» Task: Below are the entries; give again exactly the lines from the one mentioning "two labels cannot" through the one mentioning "if (typeof value === 'bigint')", inclusive.

Top of Data supplied

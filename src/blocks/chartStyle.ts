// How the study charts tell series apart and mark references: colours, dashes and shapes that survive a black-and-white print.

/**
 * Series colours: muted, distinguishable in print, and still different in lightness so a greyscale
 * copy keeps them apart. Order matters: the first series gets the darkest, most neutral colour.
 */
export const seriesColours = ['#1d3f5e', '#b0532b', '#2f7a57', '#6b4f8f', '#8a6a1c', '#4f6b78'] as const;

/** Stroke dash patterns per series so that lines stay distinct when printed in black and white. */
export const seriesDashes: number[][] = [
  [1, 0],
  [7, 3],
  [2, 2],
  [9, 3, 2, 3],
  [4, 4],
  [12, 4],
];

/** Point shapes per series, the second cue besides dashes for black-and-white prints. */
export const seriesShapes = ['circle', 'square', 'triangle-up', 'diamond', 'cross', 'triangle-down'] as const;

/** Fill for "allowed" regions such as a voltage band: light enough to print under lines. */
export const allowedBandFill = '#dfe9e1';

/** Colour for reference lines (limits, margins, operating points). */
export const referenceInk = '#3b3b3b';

Bottom of Data supplied
Top of Data supplied

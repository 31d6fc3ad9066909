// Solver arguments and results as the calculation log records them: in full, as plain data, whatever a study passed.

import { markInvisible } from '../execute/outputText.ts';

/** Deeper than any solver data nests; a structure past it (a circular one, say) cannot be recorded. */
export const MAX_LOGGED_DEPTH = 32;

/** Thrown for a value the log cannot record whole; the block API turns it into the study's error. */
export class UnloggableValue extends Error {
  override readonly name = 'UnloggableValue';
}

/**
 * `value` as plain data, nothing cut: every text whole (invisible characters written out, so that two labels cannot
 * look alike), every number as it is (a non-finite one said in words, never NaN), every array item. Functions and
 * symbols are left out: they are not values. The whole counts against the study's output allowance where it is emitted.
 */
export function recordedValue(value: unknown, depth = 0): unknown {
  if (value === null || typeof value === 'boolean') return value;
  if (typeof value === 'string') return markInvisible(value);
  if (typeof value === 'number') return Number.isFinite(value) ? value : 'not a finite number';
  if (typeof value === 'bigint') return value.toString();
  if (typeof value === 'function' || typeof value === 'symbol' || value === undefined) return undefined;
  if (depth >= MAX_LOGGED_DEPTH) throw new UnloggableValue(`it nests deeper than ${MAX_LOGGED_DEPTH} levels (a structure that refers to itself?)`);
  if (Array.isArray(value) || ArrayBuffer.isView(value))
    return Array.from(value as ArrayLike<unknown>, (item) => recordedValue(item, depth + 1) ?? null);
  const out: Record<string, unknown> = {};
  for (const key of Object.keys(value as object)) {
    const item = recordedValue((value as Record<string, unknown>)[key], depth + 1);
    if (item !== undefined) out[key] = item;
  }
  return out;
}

Bottom of Data supplied

» Result of this exercise:
 * `value` as plain data, nothing cut: every text whole (invisible characters written out, so that two labels cannot
 * look alike), every number as it is (a non-finite one said in words, never NaN), every array item. Functions and
 * symbols are left out: they are not values. The whole counts against the study's output allowance where it is emitted.
 */
export function recordedValue(value: unknown, depth = 0): unknown {
  if (value === null || typeof value === 'boolean') return value;
  if (typeof value === 'string') return markInvisible(value);
  if (typeof value === 'number') return Number.isFinite(value) ? value : 'not a finite number';
  if (typeof value === 'bigint') return value.toString();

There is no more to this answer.